WORK ORDER: Once the line with "into its limit" is found in the entries below, print it and each following line exactly, stopping after the line with "multiples, or None"; print nothing else.
------------------------------
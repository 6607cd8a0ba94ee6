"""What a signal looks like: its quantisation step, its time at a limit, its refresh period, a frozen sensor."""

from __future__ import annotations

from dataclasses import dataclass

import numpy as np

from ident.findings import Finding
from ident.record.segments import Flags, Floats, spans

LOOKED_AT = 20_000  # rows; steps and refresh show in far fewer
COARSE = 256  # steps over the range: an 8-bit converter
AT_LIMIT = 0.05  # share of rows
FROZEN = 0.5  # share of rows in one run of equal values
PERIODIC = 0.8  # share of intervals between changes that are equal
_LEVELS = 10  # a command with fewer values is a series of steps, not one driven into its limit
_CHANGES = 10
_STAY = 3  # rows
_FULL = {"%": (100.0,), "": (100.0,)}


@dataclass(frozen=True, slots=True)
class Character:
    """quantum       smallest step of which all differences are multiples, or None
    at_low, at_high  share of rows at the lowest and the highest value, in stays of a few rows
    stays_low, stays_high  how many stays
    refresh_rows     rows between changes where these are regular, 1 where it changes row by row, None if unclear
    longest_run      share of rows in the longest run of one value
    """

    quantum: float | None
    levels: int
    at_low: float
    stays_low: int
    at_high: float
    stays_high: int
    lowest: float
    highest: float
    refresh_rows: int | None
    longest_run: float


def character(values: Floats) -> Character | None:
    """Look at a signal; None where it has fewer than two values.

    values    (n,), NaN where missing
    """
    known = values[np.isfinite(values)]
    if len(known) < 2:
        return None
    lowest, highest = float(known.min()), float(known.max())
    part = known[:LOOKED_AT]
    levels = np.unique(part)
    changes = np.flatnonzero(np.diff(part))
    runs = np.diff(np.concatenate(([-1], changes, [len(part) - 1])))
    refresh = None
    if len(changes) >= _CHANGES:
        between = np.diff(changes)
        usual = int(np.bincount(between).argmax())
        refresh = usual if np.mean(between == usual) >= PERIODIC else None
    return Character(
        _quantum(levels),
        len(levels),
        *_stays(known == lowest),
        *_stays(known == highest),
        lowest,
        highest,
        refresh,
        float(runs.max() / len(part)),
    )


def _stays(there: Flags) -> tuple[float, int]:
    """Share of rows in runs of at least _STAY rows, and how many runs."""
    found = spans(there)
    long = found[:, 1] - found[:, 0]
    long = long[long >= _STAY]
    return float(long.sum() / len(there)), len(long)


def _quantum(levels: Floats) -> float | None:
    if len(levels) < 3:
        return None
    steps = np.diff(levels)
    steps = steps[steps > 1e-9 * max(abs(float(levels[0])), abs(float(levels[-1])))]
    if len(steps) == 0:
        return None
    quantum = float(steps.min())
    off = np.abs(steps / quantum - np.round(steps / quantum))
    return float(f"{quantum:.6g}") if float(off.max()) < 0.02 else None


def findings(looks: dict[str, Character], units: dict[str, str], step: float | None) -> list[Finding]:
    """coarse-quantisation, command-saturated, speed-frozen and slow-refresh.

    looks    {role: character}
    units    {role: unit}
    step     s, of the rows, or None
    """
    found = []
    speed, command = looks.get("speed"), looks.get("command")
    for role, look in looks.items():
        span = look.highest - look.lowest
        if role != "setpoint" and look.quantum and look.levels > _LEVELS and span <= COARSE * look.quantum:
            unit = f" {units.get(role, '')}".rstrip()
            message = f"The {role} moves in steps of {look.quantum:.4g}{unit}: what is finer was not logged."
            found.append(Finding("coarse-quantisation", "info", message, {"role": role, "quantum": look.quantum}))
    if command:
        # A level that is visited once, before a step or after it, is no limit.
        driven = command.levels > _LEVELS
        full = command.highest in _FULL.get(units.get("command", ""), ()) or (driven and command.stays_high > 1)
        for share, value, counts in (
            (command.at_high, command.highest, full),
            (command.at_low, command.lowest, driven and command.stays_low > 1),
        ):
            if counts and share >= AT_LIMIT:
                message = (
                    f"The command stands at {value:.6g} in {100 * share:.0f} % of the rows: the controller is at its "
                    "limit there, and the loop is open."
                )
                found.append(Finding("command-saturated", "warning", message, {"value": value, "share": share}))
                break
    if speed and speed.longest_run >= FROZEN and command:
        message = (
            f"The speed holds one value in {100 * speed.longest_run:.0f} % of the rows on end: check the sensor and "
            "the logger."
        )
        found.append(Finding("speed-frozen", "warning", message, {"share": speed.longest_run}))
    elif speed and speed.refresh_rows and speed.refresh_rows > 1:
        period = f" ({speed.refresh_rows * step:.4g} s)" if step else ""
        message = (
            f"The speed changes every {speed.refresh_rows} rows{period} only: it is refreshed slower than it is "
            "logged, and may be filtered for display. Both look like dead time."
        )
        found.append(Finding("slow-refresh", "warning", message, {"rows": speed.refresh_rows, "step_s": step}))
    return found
------------------------------
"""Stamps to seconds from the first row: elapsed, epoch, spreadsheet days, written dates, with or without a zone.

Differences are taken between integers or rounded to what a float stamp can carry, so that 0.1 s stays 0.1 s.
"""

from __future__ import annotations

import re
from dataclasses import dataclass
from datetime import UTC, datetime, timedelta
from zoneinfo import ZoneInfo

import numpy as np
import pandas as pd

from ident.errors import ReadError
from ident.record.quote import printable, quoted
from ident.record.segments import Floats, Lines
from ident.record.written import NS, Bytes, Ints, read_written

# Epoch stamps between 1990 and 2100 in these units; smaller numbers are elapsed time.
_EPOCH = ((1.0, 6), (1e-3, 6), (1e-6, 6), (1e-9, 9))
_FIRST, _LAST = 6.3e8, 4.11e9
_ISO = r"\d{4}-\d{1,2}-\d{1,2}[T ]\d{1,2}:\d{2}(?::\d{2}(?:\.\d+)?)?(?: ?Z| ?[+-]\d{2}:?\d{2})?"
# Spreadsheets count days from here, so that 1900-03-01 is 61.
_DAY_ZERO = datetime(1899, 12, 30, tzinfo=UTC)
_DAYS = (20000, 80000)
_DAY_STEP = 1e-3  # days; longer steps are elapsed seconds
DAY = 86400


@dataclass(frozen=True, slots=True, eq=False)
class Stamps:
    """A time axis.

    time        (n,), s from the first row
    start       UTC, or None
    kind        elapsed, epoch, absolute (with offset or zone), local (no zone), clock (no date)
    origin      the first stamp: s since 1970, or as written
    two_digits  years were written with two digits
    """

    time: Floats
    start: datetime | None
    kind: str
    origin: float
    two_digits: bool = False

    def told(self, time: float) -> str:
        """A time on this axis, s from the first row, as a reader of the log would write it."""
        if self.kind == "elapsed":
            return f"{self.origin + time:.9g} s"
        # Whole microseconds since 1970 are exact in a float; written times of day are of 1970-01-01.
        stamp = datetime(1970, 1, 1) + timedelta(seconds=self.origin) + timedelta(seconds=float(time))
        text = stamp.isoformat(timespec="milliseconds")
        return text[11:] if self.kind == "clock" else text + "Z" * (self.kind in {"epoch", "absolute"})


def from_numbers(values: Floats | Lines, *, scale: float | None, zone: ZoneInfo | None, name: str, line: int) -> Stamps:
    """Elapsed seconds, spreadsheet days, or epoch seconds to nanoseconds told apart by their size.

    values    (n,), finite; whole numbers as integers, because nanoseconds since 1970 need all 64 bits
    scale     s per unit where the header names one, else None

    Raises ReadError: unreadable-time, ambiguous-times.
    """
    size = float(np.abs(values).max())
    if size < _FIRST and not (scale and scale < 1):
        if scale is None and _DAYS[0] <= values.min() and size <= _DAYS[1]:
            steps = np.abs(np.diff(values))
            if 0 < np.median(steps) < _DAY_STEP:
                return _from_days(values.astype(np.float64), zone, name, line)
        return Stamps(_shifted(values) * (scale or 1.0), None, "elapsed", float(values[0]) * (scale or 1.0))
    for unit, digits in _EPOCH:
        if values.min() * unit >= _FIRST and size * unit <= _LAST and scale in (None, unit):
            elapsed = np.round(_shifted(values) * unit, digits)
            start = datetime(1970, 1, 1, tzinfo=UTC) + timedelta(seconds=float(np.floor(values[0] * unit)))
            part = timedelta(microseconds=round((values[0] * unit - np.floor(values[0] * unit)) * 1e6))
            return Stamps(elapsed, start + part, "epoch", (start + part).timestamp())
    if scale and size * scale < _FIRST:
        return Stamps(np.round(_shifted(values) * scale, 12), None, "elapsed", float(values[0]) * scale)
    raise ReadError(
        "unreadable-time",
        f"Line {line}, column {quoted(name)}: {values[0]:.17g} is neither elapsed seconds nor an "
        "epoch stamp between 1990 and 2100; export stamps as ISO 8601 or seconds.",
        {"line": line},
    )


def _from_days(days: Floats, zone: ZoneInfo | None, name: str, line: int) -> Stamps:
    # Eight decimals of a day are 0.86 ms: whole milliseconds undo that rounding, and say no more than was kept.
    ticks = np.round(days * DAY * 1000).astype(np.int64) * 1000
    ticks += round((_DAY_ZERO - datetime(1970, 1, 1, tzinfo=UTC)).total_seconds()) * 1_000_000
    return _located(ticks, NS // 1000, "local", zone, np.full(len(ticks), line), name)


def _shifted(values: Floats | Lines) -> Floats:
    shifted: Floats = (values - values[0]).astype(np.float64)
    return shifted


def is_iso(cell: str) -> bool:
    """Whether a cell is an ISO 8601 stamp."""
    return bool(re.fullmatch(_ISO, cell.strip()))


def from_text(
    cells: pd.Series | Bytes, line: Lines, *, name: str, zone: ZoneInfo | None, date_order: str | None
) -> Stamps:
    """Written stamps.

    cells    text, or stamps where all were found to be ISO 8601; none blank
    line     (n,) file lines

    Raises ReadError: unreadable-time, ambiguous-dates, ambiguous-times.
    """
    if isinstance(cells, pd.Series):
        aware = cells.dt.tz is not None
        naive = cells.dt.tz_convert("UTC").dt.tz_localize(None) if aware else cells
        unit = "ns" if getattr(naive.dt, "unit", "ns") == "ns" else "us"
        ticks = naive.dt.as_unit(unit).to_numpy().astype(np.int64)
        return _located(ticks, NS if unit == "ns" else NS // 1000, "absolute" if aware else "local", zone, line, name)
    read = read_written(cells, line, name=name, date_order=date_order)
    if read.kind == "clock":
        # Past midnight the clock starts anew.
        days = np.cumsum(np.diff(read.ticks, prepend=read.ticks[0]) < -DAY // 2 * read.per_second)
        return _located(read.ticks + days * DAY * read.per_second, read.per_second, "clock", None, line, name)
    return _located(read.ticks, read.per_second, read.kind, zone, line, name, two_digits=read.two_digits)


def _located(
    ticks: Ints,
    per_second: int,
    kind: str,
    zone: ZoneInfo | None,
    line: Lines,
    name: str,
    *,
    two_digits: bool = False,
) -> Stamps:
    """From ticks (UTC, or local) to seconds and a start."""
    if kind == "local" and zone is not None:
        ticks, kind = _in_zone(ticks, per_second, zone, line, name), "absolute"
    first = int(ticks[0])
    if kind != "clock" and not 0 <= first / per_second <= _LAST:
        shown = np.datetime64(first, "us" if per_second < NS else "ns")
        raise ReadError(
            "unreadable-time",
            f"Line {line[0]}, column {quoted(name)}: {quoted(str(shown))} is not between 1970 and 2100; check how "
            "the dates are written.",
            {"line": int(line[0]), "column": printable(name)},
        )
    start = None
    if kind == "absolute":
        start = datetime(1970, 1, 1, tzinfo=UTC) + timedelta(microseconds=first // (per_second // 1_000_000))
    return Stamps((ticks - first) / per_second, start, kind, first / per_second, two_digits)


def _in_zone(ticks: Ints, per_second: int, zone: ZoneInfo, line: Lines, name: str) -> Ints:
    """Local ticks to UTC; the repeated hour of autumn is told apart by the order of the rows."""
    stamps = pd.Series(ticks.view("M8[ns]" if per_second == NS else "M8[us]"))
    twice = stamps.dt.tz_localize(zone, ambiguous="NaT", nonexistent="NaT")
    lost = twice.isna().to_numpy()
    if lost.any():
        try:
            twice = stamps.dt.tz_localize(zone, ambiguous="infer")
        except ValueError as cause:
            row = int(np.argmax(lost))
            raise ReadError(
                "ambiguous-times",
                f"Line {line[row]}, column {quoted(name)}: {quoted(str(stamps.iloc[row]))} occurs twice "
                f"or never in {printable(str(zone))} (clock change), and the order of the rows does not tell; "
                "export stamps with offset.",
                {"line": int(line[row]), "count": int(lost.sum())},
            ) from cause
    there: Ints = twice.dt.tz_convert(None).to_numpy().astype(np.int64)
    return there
------------------------------
ANSWER SECTION:
_LEVELS = 10  # a command with fewer values is a series of steps, not one driven into its limit
_CHANGES = 10
_STAY = 3  # rows
_FULL = {"%": (100.0,), "": (100.0,)}


@dataclass(frozen=True, slots=True)
class Character:
    """quantum       smallest step of which all differences are multiples, or None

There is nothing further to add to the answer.